[Exercise materials Boundary: Start]

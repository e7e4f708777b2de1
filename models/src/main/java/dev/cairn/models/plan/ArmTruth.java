package dev.cairn.models.plan;

/**
 * What a planned test assumes is true of one arm: the users it gets each day and, for each user, a payer
 * rate and a lognormal spend per payer (log spend ~ N(logSpendMean, logSpendSd^2)).
 *
 * @param usersPerDay  new users of the arm per day, >= 0
 * @param payerRate    the share of users who pay, in [0, 1]
 * @param logSpendMean the mean of a payer's log spend
 * @param logSpendSd   the standard deviation of a payer's log spend, > 0
 */
public record ArmTruth(long usersPerDay, double payerRate, double logSpendMean, double logSpendSd) {
    public ArmTruth {
        if (usersPerDay < 0 || usersPerDay > Integer.MAX_VALUE) {
            throw new IllegalArgumentException("usersPerDay must be 0.." + Integer.MAX_VALUE + ", was " + usersPerDay);
        }
        if (!(payerRate >= 0 && payerRate <= 1)) {
            throw new IllegalArgumentException("payerRate must be in [0, 1], was " + payerRate);
        }
        if (!Double.isFinite(logSpendMean)) {
            throw new IllegalArgumentException("logSpendMean must be finite, was " + logSpendMean);
        }
        if (!(logSpendSd > 0 && Double.isFinite(logSpendSd))) {
            throw new IllegalArgumentException("logSpendSd must be > 0, was " + logSpendSd);
        }
    }

    /** {@return the true ARPU: payer rate x exp(mean + sd^2 / 2)} */
    public double arpu() {
        return payerRate * Math.exp(logSpendMean + 0.5 * logSpendSd * logSpendSd);
    }
}
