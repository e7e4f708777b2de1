package dev.cairn.models.plan;

import dev.cairn.models.prior.Beta;
import dev.cairn.models.prior.NormalInverseGamma;
import dev.cairn.models.result.Metric;
import java.util.List;

/**
 * A validated plan spec (see {@code plan.schema.json} and {@link PlanReader}), with defaults filled in.
 *
 * @param title         a title, or null
 * @param arms          the arms, in the spec's order
 * @param control       the control's index in arms
 * @param usersPerDay   new users per day, per arm
 * @param baseline      what is true of the control
 * @param payerRateLift per arm, the relative change of the payer rate
 * @param arppuLift     per arm, the relative change of spend per payer
 * @param payerPrior    the analysis prior of the payer rate
 * @param spendPrior    the analysis prior of log spend
 * @param metric        the metric decided on
 * @param rule          the decision rule
 * @param tolerance     expected-loss rule: the loss accepted (metric units), or null for 1% of the control's mean
 * @param threshold     prob-above rule: the probability needed to ship
 * @param minDays       the first look (no decision before it)
 * @param maxDays       the last day of the test
 * @param lookEvery     days between looks
 * @param experiments   simulated tests
 * @param seed          the simulation's seed
 * @param approximate   whether looks with enough payers use the approximation
 * @param draws         posterior draws per arm when a look takes draws
 * @param currency      ISO 4217 code of money figures, or null
 */
public record PlanSpec(String title, List<String> arms, int control, long[] usersPerDay, Baseline baseline,
                       Lift[] payerRateLift, Lift[] arppuLift, Beta payerPrior, NormalInverseGamma spendPrior,
                       Metric metric, LookRule.Kind rule, Double tolerance, double threshold, int minDays, int maxDays,
                       int lookEvery, int experiments, long seed, boolean approximate, int draws, String currency) {

    /** {@return the days on which the test is looked at: minDays, then every lookEvery days, and the last day} */
    public int[] lookDays() {
        java.util.List<Integer> days = new java.util.ArrayList<>();
        for (int d = minDays; d <= maxDays; d += lookEvery) {
            days.add(d);
        }
        if (days.isEmpty() || days.get(days.size() - 1) != maxDays) {
            days.add(maxDays);
        }
        return days.stream().mapToInt(Integer::intValue).toArray();
    }

    /** {@return whether any effect or the baseline is a distribution (the success share is then an assurance)} */
    public boolean uncertain() {
        if (!baseline.fixed()) {
            return true;
        }
        for (int k = 0; k < arms.size(); k++) {
            if (!payerRateLift[k].fixed() || !arppuLift[k].fixed()) {
                return true;
            }
        }
        return false;
    }

    /**
     * The rule the looks apply.
     *
     * @return the look rule
     */
    public LookRule lookRule() {
        return new LookRule(rule, metric, control, tolerance, threshold, payerPrior, spendPrior, approximate, draws);
    }
}
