package dev.cairn.models.plan;

import org.apache.commons.rng.UniformRandomProvider;
import org.apache.commons.rng.sampling.distribution.AhrensDieterMarsagliaTsangGammaSampler;
import org.apache.commons.rng.sampling.distribution.DiscreteSampler;
import org.apache.commons.rng.sampling.distribution.MarsagliaTsangWangDiscreteSampler;
import org.apache.commons.rng.sampling.distribution.SharedStateDiscreteSampler;
import org.apache.commons.rng.simple.RandomSource;
import org.apache.commons.rng.sampling.distribution.ZigguratSampler;

/**
 * One day of one arm simulated as its sufficient statistics, not user by user: for n users with payer rate
 * p and log spend x ~ N(mu, sigma^2),
 * <pre>
 *   m  ~ Binomial(n, p)                              payers
 *   S1 = sum x_i        ~ N(m mu, m sigma^2)         given m
 *   S2 = sum x_i^2      = sigma^2 W + S1^2 / m,  W ~ chi-square(m - 1), independent of S1
 * </pre>
 * (the sum of squares about the mean is sigma^2 times a chi-square with m - 1 degrees of freedom, independent
 * of the mean: Cochran's theorem). These are exactly the laws of the per-user sums, drawn at a cost that does
 * not grow with n. The binomial is drawn as a sum of binomials of at most {@link #CHUNK_LOG_ZERO} in log
 * probability of zero successes each (Commons RNG's Marsaglia-Tsang-Wang sampler needs (1 - p)^trials to be
 * representable); a sum of independent binomials of one p is binomial, so the draw stays exact.
 */
public final class DailyStats {
    /** The most -trials * log(1 - p) of one chunk: (1 - p)^trials stays far above the smallest double. */
    static final double CHUNK_LOG_ZERO = 500;
    private final ArmTruth truth;
    private final int[] chunks;
    /** The chunks' samplers with their tables built once, bound to a stream per {@link #start}. */
    private final SharedStateDiscreteSampler[] prototypes;

    private DailyStats(ArmTruth truth, int[] chunks) {
        this.truth = truth;
        this.chunks = chunks;
        this.prototypes = new SharedStateDiscreteSampler[chunks.length];
        UniformRandomProvider unused = RandomSource.SPLIT_MIX_64.create(0L); // replaced by each source's stream
        for (int i = 0; i < chunks.length; i++) {
            prototypes[i] = MarsagliaTsangWangDiscreteSampler.Binomial.of(unused, chunks[i], truth.payerRate());
        }
    }

    /**
     * @param truth the arm's assumed truth
     * @return the simulator of its days
     */
    public static DailyStats of(ArmTruth truth) {
        long n = truth.usersPerDay();
        double p = truth.payerRate();
        double perTrial = -Math.log1p(-Math.min(p, 1 - p)); // the sampler works with the smaller of p, 1 - p
        int k = n == 0 ? 0 : (int) Math.max(1, Math.min(n, Math.ceil(n * perTrial / CHUNK_LOG_ZERO)));
        int[] chunks = new int[k];
        for (int i = 0; i < k; i++) {
            chunks[i] = (int) (n / k + (i < n % k ? 1 : 0));
        }
        return new DailyStats(truth, chunks);
    }

    /** {@return how many binomial samplers one day's payers are drawn from} */
    int chunkCount() {
        return chunks.length;
    }

    /** {@return the arm's truth} */
    public ArmTruth truth() {
        return truth;
    }

    /**
     * A source of days bound to one random stream.
     *
     * @param rng the stream (used by this source only)
     * @return the source
     */
    public Source start(UniformRandomProvider rng) {
        return new Source(rng);
    }

    /** Draws days; not thread-safe (one per stream). */
    public final class Source {
        private final UniformRandomProvider rng;
        private final DiscreteSampler[] binomials;
        private final ZigguratSampler.NormalizedGaussian normal;

        private Source(UniformRandomProvider rng) {
            this.rng = rng;
            this.binomials = new DiscreteSampler[chunks.length];
            for (int i = 0; i < chunks.length; i++) {
                binomials[i] = prototypes[i].withUniformRandomProvider(rng);
            }
            this.normal = ZigguratSampler.NormalizedGaussian.of(rng);
        }

        /**
         * Draws one day's statistics.
         *
         * @param out modified: {users, payers, sum of log spend, sum of squared log spend}
         */
        public void next(double[] out) {
            long m = 0;
            for (DiscreteSampler b : binomials) {
                m += b.sample();
            }
            double mu = truth.logSpendMean(), sigma = truth.logSpendSd();
            double s1 = 0, s2 = 0;
            if (m > 0 && truth.hasSpend()) {
                s1 = m * mu + Math.sqrt((double) m) * sigma * normal.sample();
                double within = m > 1
                        ? AhrensDieterMarsagliaTsangGammaSampler.of(rng, 0.5 * (m - 1), 2.0).sample() : 0;
                s2 = sigma * sigma * within + s1 * s1 / m;
            }
            out[0] = truth.usersPerDay();
            out[1] = m;
            out[2] = s1;
            out[3] = s2;
        }
    }
}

[Exercise materials Boundary: End]

## Problem statement
Retype, exactly and in full, the lines above from the one containing "true of the control" through the one containing "public boolean uncertain()".

## Result of the exercise
 * @param baseline      what is true of the control
 * @param payerRateLift per arm, the relative change of the payer rate
 * @param arppuLift     per arm, the relative change of spend per payer
 * @param payerPrior    the analysis prior of the payer rate
 * @param spendPrior    the analysis prior of log spend
 * @param metric        the metric decided on
 * @param rule          the decision rule
 * @param tolerance     expected-loss rule: the loss accepted (metric units), or null for 1% of the control's mean
 * @param threshold     prob-above rule: the probability needed to ship
 * @param minDays       the first look (no decision before it)
 * @param maxDays       the last day of the test
 * @param lookEvery     days between looks
 * @param experiments   simulated tests
 * @param seed          the simulation's seed
 * @param approximate   whether looks with enough payers use the approximation
 * @param draws         posterior draws per arm when a look takes draws
 * @param currency      ISO 4217 code of money figures, or null
 */
public record PlanSpec(String title, List<String> arms, int control, long[] usersPerDay, Baseline baseline,
                       Lift[] payerRateLift, Lift[] arppuLift, Beta payerPrior, NormalInverseGamma spendPrior,
                       Metric metric, LookRule.Kind rule, Double tolerance, double threshold, int minDays, int maxDays,
                       int lookEvery, int experiments, long seed, boolean approximate, int draws, String currency) {

    /** {@return the days on which the test is looked at: minDays, then every lookEvery days, and the last day} */
    public int[] lookDays() {
        java.util.List<Integer> days = new java.util.ArrayList<>();
        for (int d = minDays; d <= maxDays; d += lookEvery) {
            days.add(d);
        }
        if (days.isEmpty() || days.get(days.size() - 1) != maxDays) {
            days.add(maxDays);
        }
        return days.stream().mapToInt(Integer::intValue).toArray();
    }

    /** {@return whether any effect or the baseline is a distribution (the success share is then an assurance)} */
    public boolean uncertain() {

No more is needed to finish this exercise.